### [What you will do]
Return exactly the span of lines in the following data that opens with the line containing "and sign bits." and closes with the line containing "['cols', 's', 'h', 'order', 'n'], result: 'i32'". Include nothing else.
[[ Extracted material, beginning ]]
import type { WasmMemory } from './wasm.js'

/**
 * The one table of the kernel module's exported functions: for each, its parameters in order
 * (`name` is an i32, `name:f64` a float64) and its result, if any. scripts/gen-kernels.ts writes
 * every function header of the WebAssembly text from this table (the names become the
 * parameters' `$` names the bodies use), and the TypeScript types the kernel classes call
 * through (`KernelExports`) are derived from it below, so the two cannot disagree.
 * test/engine/kernels/generated.test.ts checks the compiled module against it.
 */
export const KERNEL_SIGNATURES = {
  // Overlap space, int16 overlaps (N ≤ 32767).
  dot16: { params: ['xi', 'm', 'pp', 'i'], result: 'i32' },
  flip16: { params: ['xi', 'm', 'pp', 'i', 'd0'] },
  overlaps16: { params: ['xi', 'm', 's', 'n', 'pp'] },
  sweep16: { params: ['xi', 'm', 's', 'order', 'n', 'pp', 'self'], result: 'i32' },
  sync16: { params: ['xi', 'm', 's', 'next', 'prev', 'n', 'pp', 'self', 'check'], result: 'i32' },
  glauber16: { params: ['xi', 'm', 's', 'order', 'noise', 'n', 'pp', 'self', 'factor:f64', 'table', 'half'] },
  glauberSync16: { params: ['xi', 'm', 's', 'next', 'noise', 'n', 'pp', 'self', 'factor:f64', 'table', 'half'] },
  // Overlap space, int32 overlaps (any N).
  dot32: { params: ['xi', 'm', 'pp', 'i'], result: 'i32' },
  flip32: { params: ['xi', 'm', 'pp', 'i', 'd0'] },
  overlaps32: { params: ['xi', 'm', 's', 'n', 'pp'] },
  sweep32: { params: ['xi', 'm', 's', 'order', 'n', 'pp', 'self'], result: 'i32' },
  sync32: { params: ['xi', 'm', 's', 'next', 'prev', 'n', 'pp', 'self', 'check'], result: 'i32' },
  glauber32: { params: ['xi', 'm', 's', 'order', 'noise', 'n', 'pp', 'self', 'factor:f64', 'table', 'half'] },
  glauberSync32: { params: ['xi', 'm', 's', 'next', 'noise', 'n', 'pp', 'self', 'factor:f64', 'table', 'half'] },
  // Pattern layouts and sign bits.
  transpose: { params: ['src', 'srcStride', 'cols', 'dst', 'stride', 'rows'] },
  packSigns: { params: ['src', 'n', 'dst', 'words'], result: 'i32' },
  packRows: { params: ['src', 'n', 'rows', 'dst', 'words'] },
  overlapsBits: { params: ['bits', 'words', 's', 'sbits', 'n', 'p', 'pp', 'm', 'wide'], result: 'i32' },
  // Native xoshiro256** draws.
  shuffle: { params: ['order', 'n', 'state'] },
  partialShuffle: { params: ['idx', 'n', 'count', 'state'] },
  unbiasedRows: { params: ['out', 'n', 'count', 'state'] },
  uniforms: { params: ['out', 'count', 'state'] },
  // Whole overlap-space trials.
  runAsync16: { params: ['xi', 'm', 's', 'order', 'n', 'pp', 'self', 'state', 'max', 'shuffle'], result: 'i32' },
  runGlauber16: { params: ['xi', 'm', 's', 'order', 'n', 'pp', 'self', 'state', 'max', 'shuffle', 'factor:f64', 'table', 'half'] },
  runSync16: { params: ['xi', 'm', 's', 'next', 'prev', 'n', 'pp', 'self', 'max'], result: 'i32' },
  runSync32: { params: ['xi', 'm', 's', 'next', 'prev', 'n', 'pp', 'self', 'max'], result: 'i32' },
  // Dense float64 couplings.
  denseLoad: { params: ['cols', 'bias', 's', 'h', 'n', 'rowwise'] },
  denseSweep: { params: ['cols', 's', 'h', 'order', 'n'], result: 'i32' },
  denseGlauber: { params: ['cols', 's', 'h', 'order', 'noise', 'n', 'factor:f64'] },
  denseSync: { params: ['cols', 'bias', 's', 'h', 'next', 'prev', 'n', 'check', 'rowwise'], result: 'i32' },
  denseGlauberSync: { params: ['cols', 'bias', 's', 'h', 'next', 'noise', 'n', 'factor:f64', 'rowwise'] },
  // Dense int16 couplings.
  dense16Load: { params: ['cols', 'bias', 's', 's16', 'h', 'n', 'stride', 'rowsAreColumns'] },
  dense16Set: { params: ['cols', 'h', 'stride', 'j', 'delta'] },
  dense16Sweep: { params: ['cols', 's', 'h', 'order', 'n', 'stride'], result: 'i32' },
  dense16Glauber: { params: ['cols', 's', 'h', 'order', 'noise', 'n', 'stride', 'factor:f64', 'table', 'half'] },
  dense16Sync: { params: ['cols', 'bias', 's', 's16', 'h', 'next', 'prev', 'n', 'stride', 'check', 'rowsAreColumns'], result: 'i32' },
  dense16GlauberSync: { params: ['cols', 'bias', 's', 's16', 'h', 'next', 'noise', 'n', 'stride', 'factor:f64', 'rowsAreColumns', 'table', 'half'] },
  // Dense associative memories: polynomial (exact integer fields) and exponential (certified signs).
  memVectorPoly: { params: ['m', 'vec', 'table', 'p', 'off', 'sums'] },
  memSweepPoly: { params: ['xi', 'm', 's', 'order', 'n', 'pp', 'p', 'vec', 'table', 'off', 'sums'], result: 'i32' },
  memSyncPoly: { params: ['xi', 'm', 's', 'next', 'prev', 'n', 'pp', 'p', 'vec', 'table', 'off', 'sums', 'check'], result: 'i32' },
  memGlauberPoly: { params: ['xi', 'm', 's', 'order', 'noise', 'n', 'pp', 'p', 'vec', 'table', 'off', 'sums', 'factor:f64'] },
  memGlauberSyncPoly: { params: ['xi', 'm', 's', 'next', 'noise', 'n', 'pp', 'p', 'vec', 'table', 'off', 'sums', 'factor:f64'] },
  memVectorExp: { params: ['m', 'vec', 'table', 'p', 'sums'] },
  memSweepExp: { params: ['xi', 'm', 's', 'order', 'n', 'pp', 'p', 'vec', 'table', 'sums'], result: 'i32' },
  memSyncExp: { params: ['xi', 'm', 's', 'next', 'prev', 'n', 'pp', 'p', 'vec', 'table', 'sums', 'check'], result: 'i32' },
  // The modern softmax network.
  softmaxOverlaps: { params: ['pat', 'd', 'st', 'out', 'p', 'scale:f64'] },
  softmaxAccumulate: { params: ['pat', 'd', 'coef', 'out', 'p'] },
  // The fixed in-degree network (adjacency lists, int32 fields).
  sparseLoad: { params: ['inputs', 'weights', 's', 'h', 'n', 'k'] },
  sparseSweep: { params: ['outStart', 'targets', 'tw', 's', 'h', 'order', 'n'], result: 'i32' },
  sparseRunAsync: { params: ['outStart', 'targets', 'tw', 's', 'h', 'order', 'n', 'state', 'max', 'shuffle'], result: 'i32' },
  sparseSync: { params: ['outStart', 'targets', 'tw', 's', 'h', 'next', 'prev', 'n', 'check'], result: 'i32' },
  sparseGlauber: { params: ['outStart', 'targets', 'tw', 's', 'h', 'order', 'noise', 'n', 'factor:f64', 'table', 'half'] },
  sparseGlauberSync: { params: ['outStart', 'targets', 'tw', 's', 'h', 'next', 'noise', 'n', 'factor:f64', 'table', 'half'] }
} as const satisfies Record<string, KernelSignature>

/** A parameter: `name` (i32) or `name:f64`. */
export type KernelParam = string
export interface KernelSignature {
  readonly params: readonly KernelParam[]
  readonly result?: 'i32' | 'f64'
}

export type KernelName = keyof typeof KERNEL_SIGNATURES

/** Every JavaScript value crossing the boundary is a number (no i64 parameters). */
type Args<P extends readonly string[]> = { -readonly [K in keyof P]: number }
type KernelFunction<S extends KernelSignature> = (...args: Args<S['params']>) => S extends { result: string } ? number : void

/** The module's exports as the engine calls them, typed from the table. */
export type KernelExports = { readonly [K in KernelName]: KernelFunction<(typeof KERNEL_SIGNATURES)[K]> } & { memory: WasmMemory }

/** The subset of the exports a kernel class uses, plus the memory. */
export type KernelsUsing<K extends KernelName> = Pick<KernelExports, K | 'memory'>

/** The parameter's name and WebAssembly type. */
export function parseParam (param: KernelParam): { name: string, type: 'i32' | 'f64' } {
  const [name, type = 'i32'] = param.split(':')
  if (type !== 'i32' && type !== 'f64') throw new Error(`kernel parameter ${param}: type must be i32 or f64`)
  return { name: name!, type }
}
[[ Extracted material, end ]]
### [Result of this exercise]
  // Pattern layouts and sign bits.
  transpose: { params: ['src', 'srcStride', 'cols', 'dst', 'stride', 'rows'] },
  packSigns: { params: ['src', 'n', 'dst', 'words'], result: 'i32' },
  packRows: { params: ['src', 'n', 'rows', 'dst', 'words'] },
  overlapsBits: { params: ['bits', 'words', 's', 'sbits', 'n', 'p', 'pp', 'm', 'wide'], result: 'i32' },
  // Native xoshiro256** draws.
  shuffle: { params: ['order', 'n', 'state'] },
  partialShuffle: { params: ['idx', 'n', 'count', 'state'] },
  unbiasedRows: { params: ['out', 'n', 'count', 'state'] },
  uniforms: { params: ['out', 'count', 'state'] },
  // Whole overlap-space trials.
  runAsync16: { params: ['xi', 'm', 's', 'order', 'n', 'pp', 'self', 'state', 'max', 'shuffle'], result: 'i32' },
  runGlauber16: { params: ['xi', 'm', 's', 'order', 'n', 'pp', 'self', 'state', 'max', 'shuffle', 'factor:f64', 'table', 'half'] },
  runSync16: { params: ['xi', 'm', 's', 'next', 'prev', 'n', 'pp', 'self', 'max'], result: 'i32' },
  runSync32: { params: ['xi', 'm', 's', 'next', 'prev', 'n', 'pp', 'self', 'max'], result: 'i32' },
  // Dense float64 couplings.
  denseLoad: { params: ['cols', 'bias', 's', 'h', 'n', 'rowwise'] },
  denseSweep: { params: ['cols', 's', 'h', 'order', 'n'], result: 'i32' },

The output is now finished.